__Work item__
Could you return every line of the records below that contains the word "edge"?

■ ■ ■ ■ ■ ■ ■

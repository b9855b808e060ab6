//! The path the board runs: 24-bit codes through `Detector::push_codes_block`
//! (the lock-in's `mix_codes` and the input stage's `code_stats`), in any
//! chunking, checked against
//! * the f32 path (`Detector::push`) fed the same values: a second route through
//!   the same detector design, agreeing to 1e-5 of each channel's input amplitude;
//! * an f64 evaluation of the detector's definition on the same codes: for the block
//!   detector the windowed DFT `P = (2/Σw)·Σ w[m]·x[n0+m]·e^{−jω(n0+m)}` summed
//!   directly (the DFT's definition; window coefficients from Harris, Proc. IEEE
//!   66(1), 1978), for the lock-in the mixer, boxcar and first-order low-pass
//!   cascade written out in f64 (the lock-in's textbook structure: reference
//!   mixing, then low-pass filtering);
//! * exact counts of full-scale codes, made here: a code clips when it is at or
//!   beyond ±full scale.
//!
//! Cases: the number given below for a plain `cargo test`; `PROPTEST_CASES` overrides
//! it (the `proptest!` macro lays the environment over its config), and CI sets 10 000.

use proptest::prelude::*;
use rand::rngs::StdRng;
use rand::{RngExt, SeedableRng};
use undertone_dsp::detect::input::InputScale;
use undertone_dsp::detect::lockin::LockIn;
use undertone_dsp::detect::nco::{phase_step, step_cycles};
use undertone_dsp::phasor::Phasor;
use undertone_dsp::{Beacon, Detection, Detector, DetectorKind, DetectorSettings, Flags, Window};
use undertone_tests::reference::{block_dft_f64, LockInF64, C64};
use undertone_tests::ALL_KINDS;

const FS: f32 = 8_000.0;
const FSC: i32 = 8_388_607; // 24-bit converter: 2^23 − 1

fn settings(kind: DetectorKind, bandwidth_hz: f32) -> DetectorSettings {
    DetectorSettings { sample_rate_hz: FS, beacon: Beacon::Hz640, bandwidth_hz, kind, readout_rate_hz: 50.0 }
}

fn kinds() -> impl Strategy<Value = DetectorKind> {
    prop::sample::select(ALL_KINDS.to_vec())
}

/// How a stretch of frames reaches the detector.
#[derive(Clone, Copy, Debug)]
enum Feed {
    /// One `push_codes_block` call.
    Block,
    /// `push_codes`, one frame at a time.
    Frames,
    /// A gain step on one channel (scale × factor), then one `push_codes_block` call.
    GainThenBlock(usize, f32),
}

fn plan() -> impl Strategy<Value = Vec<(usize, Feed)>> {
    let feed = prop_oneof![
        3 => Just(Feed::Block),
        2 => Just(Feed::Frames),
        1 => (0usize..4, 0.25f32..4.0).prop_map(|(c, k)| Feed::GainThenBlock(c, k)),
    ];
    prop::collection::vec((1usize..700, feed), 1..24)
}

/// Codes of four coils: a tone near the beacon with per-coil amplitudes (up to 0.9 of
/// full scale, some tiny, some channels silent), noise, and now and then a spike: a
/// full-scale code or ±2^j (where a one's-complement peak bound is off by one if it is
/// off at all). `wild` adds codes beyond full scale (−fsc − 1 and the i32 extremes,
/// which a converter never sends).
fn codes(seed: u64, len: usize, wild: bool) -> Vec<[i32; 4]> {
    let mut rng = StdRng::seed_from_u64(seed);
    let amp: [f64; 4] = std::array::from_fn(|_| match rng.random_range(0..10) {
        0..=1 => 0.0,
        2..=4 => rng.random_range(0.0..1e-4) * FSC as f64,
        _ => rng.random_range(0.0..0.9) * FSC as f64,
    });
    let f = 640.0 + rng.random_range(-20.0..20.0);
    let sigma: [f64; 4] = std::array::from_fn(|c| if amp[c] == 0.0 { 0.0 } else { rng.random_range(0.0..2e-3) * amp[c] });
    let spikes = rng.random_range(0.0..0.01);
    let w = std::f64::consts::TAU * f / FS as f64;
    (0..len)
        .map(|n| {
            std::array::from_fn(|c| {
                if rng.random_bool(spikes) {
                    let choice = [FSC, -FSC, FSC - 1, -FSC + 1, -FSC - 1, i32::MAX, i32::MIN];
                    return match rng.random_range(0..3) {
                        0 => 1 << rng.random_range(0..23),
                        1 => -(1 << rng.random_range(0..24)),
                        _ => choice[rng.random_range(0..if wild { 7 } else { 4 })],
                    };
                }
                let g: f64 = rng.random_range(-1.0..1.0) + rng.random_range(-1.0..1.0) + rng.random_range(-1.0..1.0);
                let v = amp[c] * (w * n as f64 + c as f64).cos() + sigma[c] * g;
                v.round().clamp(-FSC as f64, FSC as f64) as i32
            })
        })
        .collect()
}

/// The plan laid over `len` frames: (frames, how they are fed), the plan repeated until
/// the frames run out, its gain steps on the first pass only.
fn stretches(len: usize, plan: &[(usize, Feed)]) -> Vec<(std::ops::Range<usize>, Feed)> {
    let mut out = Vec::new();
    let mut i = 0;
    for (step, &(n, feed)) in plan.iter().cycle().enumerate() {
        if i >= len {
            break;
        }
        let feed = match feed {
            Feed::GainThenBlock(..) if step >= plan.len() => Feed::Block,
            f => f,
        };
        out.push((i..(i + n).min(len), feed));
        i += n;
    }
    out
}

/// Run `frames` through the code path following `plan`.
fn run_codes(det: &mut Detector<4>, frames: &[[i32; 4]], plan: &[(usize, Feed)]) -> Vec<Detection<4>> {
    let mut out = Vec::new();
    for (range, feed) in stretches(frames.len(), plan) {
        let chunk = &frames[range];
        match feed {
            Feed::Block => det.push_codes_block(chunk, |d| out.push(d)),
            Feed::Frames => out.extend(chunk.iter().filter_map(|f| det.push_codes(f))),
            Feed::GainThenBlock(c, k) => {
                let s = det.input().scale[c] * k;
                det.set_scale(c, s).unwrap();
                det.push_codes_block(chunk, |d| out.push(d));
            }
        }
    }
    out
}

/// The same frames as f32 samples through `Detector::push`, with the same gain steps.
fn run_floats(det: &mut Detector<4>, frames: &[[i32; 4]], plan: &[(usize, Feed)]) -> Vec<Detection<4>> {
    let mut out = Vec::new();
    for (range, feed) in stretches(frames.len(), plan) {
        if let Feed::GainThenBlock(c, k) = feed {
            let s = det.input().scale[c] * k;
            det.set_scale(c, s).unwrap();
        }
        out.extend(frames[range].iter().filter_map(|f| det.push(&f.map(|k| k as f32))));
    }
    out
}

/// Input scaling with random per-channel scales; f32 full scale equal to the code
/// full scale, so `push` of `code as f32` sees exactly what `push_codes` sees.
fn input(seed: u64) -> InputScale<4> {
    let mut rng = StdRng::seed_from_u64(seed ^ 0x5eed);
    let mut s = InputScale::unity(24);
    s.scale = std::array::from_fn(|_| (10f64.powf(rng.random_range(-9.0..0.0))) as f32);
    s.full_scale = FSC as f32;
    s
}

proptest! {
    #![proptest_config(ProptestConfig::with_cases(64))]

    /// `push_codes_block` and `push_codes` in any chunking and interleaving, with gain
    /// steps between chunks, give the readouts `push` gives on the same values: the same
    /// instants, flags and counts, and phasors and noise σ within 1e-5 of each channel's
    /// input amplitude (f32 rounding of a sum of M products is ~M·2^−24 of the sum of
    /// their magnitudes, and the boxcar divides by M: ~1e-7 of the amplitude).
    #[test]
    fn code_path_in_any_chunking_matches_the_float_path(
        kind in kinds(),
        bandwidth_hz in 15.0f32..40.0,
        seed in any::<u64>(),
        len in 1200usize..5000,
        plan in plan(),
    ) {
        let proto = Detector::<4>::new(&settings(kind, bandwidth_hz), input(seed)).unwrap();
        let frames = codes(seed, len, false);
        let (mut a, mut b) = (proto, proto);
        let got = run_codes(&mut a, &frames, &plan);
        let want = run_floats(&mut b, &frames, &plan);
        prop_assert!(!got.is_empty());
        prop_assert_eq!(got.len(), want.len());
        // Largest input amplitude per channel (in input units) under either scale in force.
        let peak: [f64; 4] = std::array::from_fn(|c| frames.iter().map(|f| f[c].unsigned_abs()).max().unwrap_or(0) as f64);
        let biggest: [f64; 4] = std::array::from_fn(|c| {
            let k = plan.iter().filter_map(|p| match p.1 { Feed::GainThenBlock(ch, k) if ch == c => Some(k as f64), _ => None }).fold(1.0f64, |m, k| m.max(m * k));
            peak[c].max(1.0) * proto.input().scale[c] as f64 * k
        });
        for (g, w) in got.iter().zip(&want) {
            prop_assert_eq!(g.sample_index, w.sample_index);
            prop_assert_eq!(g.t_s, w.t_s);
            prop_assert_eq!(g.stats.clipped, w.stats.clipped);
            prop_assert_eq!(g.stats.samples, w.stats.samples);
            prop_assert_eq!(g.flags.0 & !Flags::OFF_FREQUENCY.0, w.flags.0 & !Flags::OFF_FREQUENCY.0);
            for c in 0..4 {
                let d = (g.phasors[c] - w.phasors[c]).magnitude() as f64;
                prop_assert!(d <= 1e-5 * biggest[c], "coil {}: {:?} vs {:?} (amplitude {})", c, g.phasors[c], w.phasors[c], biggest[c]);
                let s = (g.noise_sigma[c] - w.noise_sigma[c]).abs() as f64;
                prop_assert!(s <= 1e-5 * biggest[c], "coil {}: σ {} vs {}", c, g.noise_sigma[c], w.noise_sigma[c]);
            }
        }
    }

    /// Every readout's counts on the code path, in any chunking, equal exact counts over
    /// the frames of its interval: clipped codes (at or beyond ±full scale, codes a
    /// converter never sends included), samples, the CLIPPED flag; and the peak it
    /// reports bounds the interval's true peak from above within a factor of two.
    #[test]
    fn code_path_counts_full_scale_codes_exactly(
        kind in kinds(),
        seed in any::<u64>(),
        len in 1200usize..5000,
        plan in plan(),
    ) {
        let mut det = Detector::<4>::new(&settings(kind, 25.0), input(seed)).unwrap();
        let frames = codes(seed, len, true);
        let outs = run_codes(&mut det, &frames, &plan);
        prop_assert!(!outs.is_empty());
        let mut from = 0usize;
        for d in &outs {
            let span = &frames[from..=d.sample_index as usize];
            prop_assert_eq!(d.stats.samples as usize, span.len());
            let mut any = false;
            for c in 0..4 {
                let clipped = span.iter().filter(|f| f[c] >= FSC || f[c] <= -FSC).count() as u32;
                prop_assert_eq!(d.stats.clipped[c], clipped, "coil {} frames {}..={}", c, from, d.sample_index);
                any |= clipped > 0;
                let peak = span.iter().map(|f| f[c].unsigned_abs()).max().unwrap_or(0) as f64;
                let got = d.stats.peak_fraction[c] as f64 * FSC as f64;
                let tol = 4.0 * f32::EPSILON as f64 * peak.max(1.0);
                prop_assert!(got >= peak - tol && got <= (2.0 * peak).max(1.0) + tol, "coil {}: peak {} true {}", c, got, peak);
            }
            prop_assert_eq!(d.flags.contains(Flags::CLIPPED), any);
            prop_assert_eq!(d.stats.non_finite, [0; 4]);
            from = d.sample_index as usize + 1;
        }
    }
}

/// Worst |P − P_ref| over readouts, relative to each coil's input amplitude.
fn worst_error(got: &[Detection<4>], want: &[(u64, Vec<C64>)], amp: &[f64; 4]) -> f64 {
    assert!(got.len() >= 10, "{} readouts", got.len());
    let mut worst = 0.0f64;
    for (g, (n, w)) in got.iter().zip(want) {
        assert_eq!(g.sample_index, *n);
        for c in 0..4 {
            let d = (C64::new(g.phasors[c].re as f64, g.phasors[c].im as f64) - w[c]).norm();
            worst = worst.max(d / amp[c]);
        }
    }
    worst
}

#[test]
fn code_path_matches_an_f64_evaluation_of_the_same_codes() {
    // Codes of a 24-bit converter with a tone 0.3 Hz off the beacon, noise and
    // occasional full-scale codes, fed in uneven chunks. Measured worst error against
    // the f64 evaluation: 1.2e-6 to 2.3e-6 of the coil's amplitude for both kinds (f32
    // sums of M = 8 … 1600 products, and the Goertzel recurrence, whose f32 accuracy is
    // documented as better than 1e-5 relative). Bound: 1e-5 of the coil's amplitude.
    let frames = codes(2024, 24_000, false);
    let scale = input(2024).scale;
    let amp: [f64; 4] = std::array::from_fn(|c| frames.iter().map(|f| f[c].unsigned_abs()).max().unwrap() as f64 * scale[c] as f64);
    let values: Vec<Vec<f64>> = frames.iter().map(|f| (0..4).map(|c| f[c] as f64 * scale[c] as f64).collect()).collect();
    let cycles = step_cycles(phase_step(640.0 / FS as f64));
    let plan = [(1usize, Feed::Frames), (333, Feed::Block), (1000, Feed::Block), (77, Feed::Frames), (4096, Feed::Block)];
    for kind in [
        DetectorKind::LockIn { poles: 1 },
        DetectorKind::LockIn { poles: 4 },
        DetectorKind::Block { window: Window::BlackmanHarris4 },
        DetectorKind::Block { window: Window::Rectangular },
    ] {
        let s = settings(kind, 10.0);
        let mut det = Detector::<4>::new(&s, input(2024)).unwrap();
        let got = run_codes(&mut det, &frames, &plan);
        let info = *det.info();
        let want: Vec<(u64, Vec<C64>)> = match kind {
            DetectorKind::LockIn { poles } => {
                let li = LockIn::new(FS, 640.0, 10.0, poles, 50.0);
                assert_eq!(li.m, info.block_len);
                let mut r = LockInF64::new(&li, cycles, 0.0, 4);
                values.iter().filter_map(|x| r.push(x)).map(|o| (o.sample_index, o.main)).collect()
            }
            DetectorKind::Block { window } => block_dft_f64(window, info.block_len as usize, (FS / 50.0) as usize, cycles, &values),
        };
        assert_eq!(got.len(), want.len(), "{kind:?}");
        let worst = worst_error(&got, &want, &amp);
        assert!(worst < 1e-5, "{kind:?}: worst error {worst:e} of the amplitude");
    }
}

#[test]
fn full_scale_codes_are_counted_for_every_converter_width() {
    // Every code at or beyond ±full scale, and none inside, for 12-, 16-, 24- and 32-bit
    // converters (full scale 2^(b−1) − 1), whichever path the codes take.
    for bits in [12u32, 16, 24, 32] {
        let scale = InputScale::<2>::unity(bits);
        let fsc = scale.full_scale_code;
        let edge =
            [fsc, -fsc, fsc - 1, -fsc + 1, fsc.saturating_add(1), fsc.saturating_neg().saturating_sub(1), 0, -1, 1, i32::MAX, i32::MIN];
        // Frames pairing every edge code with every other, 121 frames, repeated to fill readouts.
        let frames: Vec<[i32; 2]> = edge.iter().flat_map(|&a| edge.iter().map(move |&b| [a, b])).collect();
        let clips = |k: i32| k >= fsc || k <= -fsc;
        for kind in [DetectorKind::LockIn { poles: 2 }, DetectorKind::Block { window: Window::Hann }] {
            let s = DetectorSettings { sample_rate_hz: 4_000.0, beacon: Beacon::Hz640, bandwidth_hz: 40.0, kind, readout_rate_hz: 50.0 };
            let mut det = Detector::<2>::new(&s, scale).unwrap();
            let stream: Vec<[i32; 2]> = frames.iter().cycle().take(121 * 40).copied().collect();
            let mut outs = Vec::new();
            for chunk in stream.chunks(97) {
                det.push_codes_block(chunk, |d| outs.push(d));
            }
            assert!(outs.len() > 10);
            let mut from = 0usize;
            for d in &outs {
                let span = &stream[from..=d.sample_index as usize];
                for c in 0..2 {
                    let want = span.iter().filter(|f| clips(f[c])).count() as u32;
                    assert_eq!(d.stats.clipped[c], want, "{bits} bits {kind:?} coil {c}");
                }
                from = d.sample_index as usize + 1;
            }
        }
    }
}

■ ■ ■ ■ ■ ■ ■

__Response for this exercise__
        let edge =
        // Frames pairing every edge code with every other, 121 frames, repeated to fill readouts.
        let frames: Vec<[i32; 2]> = edge.iter().flat_map(|&a| edge.iter().map(move |&b| [a, b])).collect();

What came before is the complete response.